Our Lady of the Visitation has sports for every grade level including baseball, basketball, cheer, football, golf, soccer, softball, track & field, volleyball, and wrestling.

===Community service===
From Preschool - grade 8, there are opportunities for community service. Each grade is in charge of a service project for the month, in which the entire school participates in. Students raise money for charities, give gifts to those less fortunate, and many other things. The older the students are, the more responsibility they have. Eighth graders have a group known as E.G.O.(Eighth Grade Organization) which is in charge of many community service activities the school does.

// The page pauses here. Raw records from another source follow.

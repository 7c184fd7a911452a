import { InputError } from '../errors/errors.ts';
import type { SymbolSequence } from '../symbols/sequence.ts';
import type { Coder, Declaration, Price, Setup } from './contract.ts';
import { INTEGER_WINDOW_BYTES, integerCosts, integerOperations } from './cost-integer.ts';
import { SymbolCounts } from './huffman-counts.ts';
import { integerDecoder } from './integer-decoder.ts';
import { integerEncoder } from './integer-encoder.ts';
import type { IntegerFamily } from './integer-family.ts';
import { integerFiller } from './integer-filler.ts';
import {
  type IntegerTables,
  integerTables,
  integerTrainer,
  parameterBits,
} from './integer-tables.ts';
import type { ParameterValues } from './parameters.ts';

/** What the declarations of the families do not share. */
export interface IntegerWords {
  readonly summary: string;
  /** What the parameter is. */
  readonly parameter: string;
  /** Length of the longest word, in words and symbols. */
  readonly longestWord: string;
  readonly source: string;
}

/** Declaration of the coder of a family, its parameter not given. */
export function integerDeclaration(family: IntegerFamily, words: IntegerWords): Declaration {
  return {
    name: family.name,
    summary: words.summary,
    parameters: [
      {
        key: family.key,
        kind: 'integer',
        min: family.least,
        max: family.greatest,
        optional: true,
        summary: `${words.parameter} Given: no tables.`,
      },
    ],
    policies: ['shipped', 'sent', 'learned', 'primed'],
    resets: ['message', 'file', 'never'],
    needsWholeMessage: false,
    reference: false,
    maxAlphabetSize: 2 ** 24,
    worstCase: `n · (${words.longestWord}) bits; stored=on bounds it`,
    memory:
      'two integers at each end; fitting 12 bytes a symbol of the alphabet, and the message under sent with reset message',
    source: words.source,
  };
}

/**
 * The coder of a family.
 *
 * A given parameter is all that both ends need to know: the coder then has no table policy. Otherwise the parameter is
 * chosen by exact cost, on the train split (`shipped`) or on what it is sent with (`sent`: before the words of each message
 * that has symbols, or of the first such), or it follows from the mean of the symbols before (`learned`, `primed`).
 */
export function integerCoder(
  declaration: Declaration,
  family: IntegerFamily,
  values: ParameterValues,
): Coder {
  const given = values[family.key] as number | undefined;
  const declares: Declaration =
    given === undefined ? declaration : { ...declaration, policies: ['none'], resets: ['message'] };
  return {
    declares,

    check(setup) {
      if (!declares.policies.includes(setup.policy)) {
        throw new InputError(`${family.name} has no table policy ${setup.policy} here`, {
          coder: family.name,
          expected: declares.policies.join(', '),
          got: setup.policy,
          advice:
            given === undefined
              ? `Give ${family.key}= for a code without tables.`
              : `Leave ${family.key}= out for a code that is fitted or learns.`,
        });
      }
      if (setup.alphabetSize > declares.maxAlphabetSize) {
        throw new InputError(`the alphabet is too large for ${family.name}`, {
          coder: family.name,
          expected: `at most ${declares.maxAlphabetSize} symbols`,
          got: String(setup.alphabetSize),
        });
      }
    },

    ...(given === undefined
      ? {
          trainer: (setup: Setup) => integerTrainer(family, setup),
          describeTables: (tables, setup) => describe(family, { ...setup, tables }),
        }
      : {}),

    encoder: (setup) => integerEncoder(family, setup, given),

    filler: (setup) => integerFiller(family, setup, given),

    // Every word has a bit or more; and one more symbol shortens no code, so also not the best, whose parameter has a fixed width.
    growsSteadily: () => true,

    decoder: (setup, limits) => integerDecoder(family, setup, limits, given),

    costs: (setup, _longestCodedBytes, sequence) => integerCosts(family.name, setup, sequence),

    operations: (sequence, setup) => integerOperations(family, sequence, setup, given),

    decoderHolds: () => INTEGER_WINDOW_BYTES,

    price: (sequence, setup) => price(family, sequence, setup, given),
  };
}

/**
 * ideal = payload: the words stand for themselves. Taken from the encoder, without count and padding, less the parameters
 * that it sends. fit: the best parameter for the whole sequence.
 */
function price(
  family: IntegerFamily,
  sequence: SymbolSequence,
  setup: Setup,
  given: number | undefined,
): Price {
  const encoder = integerEncoder(family, { ...setup, lengths: 'known', align: 1 }, given);
  encoder.push(sequence);
  const { messageEndsBits, payloadBits } = encoder.finish();
  const isSent = given === undefined && setup.policy === 'sent';
  const sentBits = isSent ? parameterBits(family, setup.alphabetSize) : 0;
  const messageIdealBits = new Float64Array(messageEndsBits.length);
  let isDue = isSent;
  let fromBits = 0;
  for (let i = 0; i < messageIdealBits.length; i++) {
    const bits = messageEndsBits[i] - fromBits;
    messageIdealBits[i] = isDue && bits > 0 ? bits - sentBits : bits;
    if (bits > 0 && setup.reset !== 'message') isDue = false;
    fromBits = messageEndsBits[i];
  }
  const counts = new SymbolCounts(setup.alphabetSize);
  counts.add(sequence.symbols, 0, sequence.symbols.length);
  const { bits } = family.chooser().choose(counts);
  return { idealBits: payloadBits, messageIdealBits, fit: { bits, of: { order: 0 } } };
}

function describe(family: IntegerFamily, setup: Setup): string[] {
  const tables: IntegerTables = integerTables(family, setup);
  const { parameter, bits, sum, count } = tables;
  if (count === 0) return [`nothing was counted: ${family.key}=${parameter}, words of one length`];
  return [
    `${count} symbols counted, mean ${(sum / count).toFixed(2)}`,
    `${family.key}=${parameter}: ${(bits / count).toFixed(3)} bits a symbol`,
  ];
}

A.C.T.S.(Association of Catholic Teen Services) is a program that eighth graders can join which travels around the community doing acts of community service, such as visiting nursing homes, tutoring under privileged children, and many other things.

===A Green School===
Visitation always has worked to be energy efficient. Whether using fluorescent light bubbles or reusable materials in the cafeteria. Most recently, as part of a school project, a portion of the school's roof became a garden.

==Families==
"Families" is an in-school program, started in 2005, that pairs members of each grade together for one school year. The eighth grade student in each family acts as the leader. "Families" participate in activities throughout the year such as making valentines for the elderly, creating things to hang up around the school, and simply have fun.

==70th Anniversary==
Our Lady of the Visitation School celebrated its 70th anniversary in 2019. The parish started in 1946 as a small church, and the school started in 1949. The school has had many additions since 1949. The church, originally, was a converted army barracks. When the parish began growing rapidly a new church was planned. That church is still in use today but has since been expanded.

==Extra==
- Visitation also has a large cafeteria which serves hot lunch every day.
- Visitation has an auditorium which is complete with a large stage as big or bigger than some high-school stages.
- Visitation's "VisiFest" is one of the largest parish festivals on the westside of Cincinnati.